En carta dirigida a un amigo, Carlos Marx se refería a los revolucionarios que tomaron control de Paris en 1871 como “Estos parisienses que toman el cielo por asalto”. La expresión aludía en parte a lo súbito de la caída de Paris en su poder, comprensible cuando se recuerda que el ejército francés se encontraba engarzado en combates con su contraparte prusiana. Pero cuando las tropas prusianas detuvieron su avance para dar tiempo a sus colegas franceses de poner la casa en orden, el control revolucionario sobre la ciudad probaría ser tan súbito como efímero.

El paralelo con Siria radica en que la ofensiva sobre Damasco y Alepo no estuvo precedida por un cambio sustancial de la relación de fuerzas militares en favor de la insurgencia. Tampoco por un firme control insurgente de una porción significativa del territorio sirio. Por eso parecía difícil creer que se trataba del asalto final que presagiaba una inminente caída del régimen.

Lo cual no significa que esa ofensiva no sirviera a otros propósitos. Tanto Damasco como Alepo se encuentran a pocas decenas de kilómetros de fronteras internacionales (con Líbano y Turquía, respectivamente). Al ser atacado de manera sorpresiva y con relativo éxito en la retaguardia (V., en cuestión de días los insurgentes merodeaban el centro de ambas ciudades), era previsible que el régimen desplazara tropas de las zonas de frontera hacia Damasco y Alepo para recuperar el control. Desguarnecidas las fronteras con Líbano y Turquía, la insurgencia puede introducir a través de ellas pertrechos y combatientes virtualmente a discreción (al menos temporalmente). Por lo demás, las tropas fueron replegadas hacia Damasco y Alepo por tierra, a través de rutas conocidas en tierra de nadie, donde podían ser emboscadas.

Desde la perspectiva de la insurgencia, la ruta más corta hacia la victoria sería un colapso del régimen por decapitación, al verse diezmada o amedrentada su cúpula dirigente. Eso podría lograrse propiciando deserciones significativas, de preferencia entre los altos mandos y con las unidades militares bajo su control.

Pero dado que las acciones de la insurgencia se produjeron de manera coordinada a lo largo del territorio sirio (es decir, no concentraron todos sus esfuerzos en Damasco y Alepo), su objetivo principal parece haber sido otro. El régimen sirio tiene aún una cantidad de efectivos y una potencia de fuego que superan largamente los que podría recabar la insurgencia en el futuro previsible. Pero tiene un gran talón de Aquiles: una proporción creciente de sus soldados se debate entre la lealtad y la deserción (de hecho, la insurgencia está compuesta en lo esencial por desertores de las fuerzas armadas). El presidente sirio solo puede confiar en las unidades de élite de las fuerzas armadas, compuestas y dirigidas en su virtual integridad por miembros de su propia minoría religiosa (los alawitas). A su vez, esas unidades son desplegadas tanto para combatir a la insurgencia, como para evitar deserciones masivas entre las tropas. Pero no pueden hacer ambas cosas a la vez a escala nacional: al tener que desplegarse para combatir simultáneamente en su propia retaguardia (Damasco y Alepo), así como en buena parte del resto del territorio, su capacidad para prevenir las deserciones quedaría severamente limitada.
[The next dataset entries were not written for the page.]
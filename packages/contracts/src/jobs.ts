import { z } from 'zod';
import { uuidSchema } from './common.ts';

/** BullMQ queue that carries uploaded files to the ingest worker. */
export const INGEST_QUEUE_NAME = 'ingest';

/**
 * Payload of an ingest job: PostgreSQL holds everything else about the upload. `requestId` is the id
 * of the API request that enqueued it, so the worker's log lines can be matched with the API's.
 */
export const ingestJobSchema = z.object({ uploadId: uuidSchema, requestId: z.string().max(100).optional() });
export type IngestJob = z.infer<typeof ingestJobSchema>;

/**
 * One job id per upload and phase, so enqueueing the same upload twice (a retry, the worker's start-up
 * recovery, a second worker) collapses into one job. Confirming an upload starts its second phase.
 */
export function ingestJobId(uploadId: string, phase: 'initial' | 'confirmed'): string {
  return `upload-${uploadId}-${phase}`;
}

/**
 * Options of every ingest job, whoever enqueues it. Attempts are many because a database or Redis
 * restart fails a running job through no fault of the file: retried with exponential backoff (2 s, 4 s,
 * … about 17 minutes in all) the job outlasts any ordinary restart. A failure that is not about the
 * connection is given up after INGEST_MAX_FAULTY_ATTEMPTS (the worker decides).
 */
export const INGEST_JOB_OPTIONS = {
  attempts: 10,
  backoff: { type: 'exponential' as const, delay: 2000 },
  removeOnComplete: true,
  removeOnFail: true,
};
export const INGEST_MAX_FAULTY_ATTEMPTS = 3;

/** BullMQ queue that runs reference-interval studies. */
export const STUDY_QUEUE_NAME = 'ri-study';
export const studyJobSchema = z.object({ studyId: uuidSchema });
export type StudyJob = z.infer<typeof studyJobSchema>;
Por su parte, los soldados serían testigos de la creciente capacidad militar de la insurgencia, mientras el régimen no sería capaz de proteger siquiera los símbolos de su propio poderío (V., no pudo prevenir un atentado en la sede central del ministerio de defensa, en el que perecieron el ministro del ramo, el jefe de inteligencia, y un general que era además cuñado del presidente Bashar Al Assad). Es decir, el objetivo principal de la ofensiva insurgente sería cambiar la relación de fuerzas militares acelerando el proceso de deserciones entre las tropas del régimen.

Desde la perspectiva de la insurgencia, la ruta más corta hacia la victoria sería un colapso del régimen por decapitación, al verse diezmada o amedrentada su cúpula dirigente. Eso podría lograrse propiciando deserciones significativas, de preferencia entre los altos mandos y con las unidades militares bajo su control. Desenlace posible cuando los generales creen que la derrota militar se hace más probable a medida que pasa el tiempo, y que su integridad física e intereses serán respetados en la posguerra. Pero a su vez esto último es difícil cuando el alto mando proviene de manera desproporcionada de una minoría religiosa y, por su conducta tanto en el pasado como en el presente, podría de modo razonable esperar lo peor en caso de que el régimen llegue a su fin.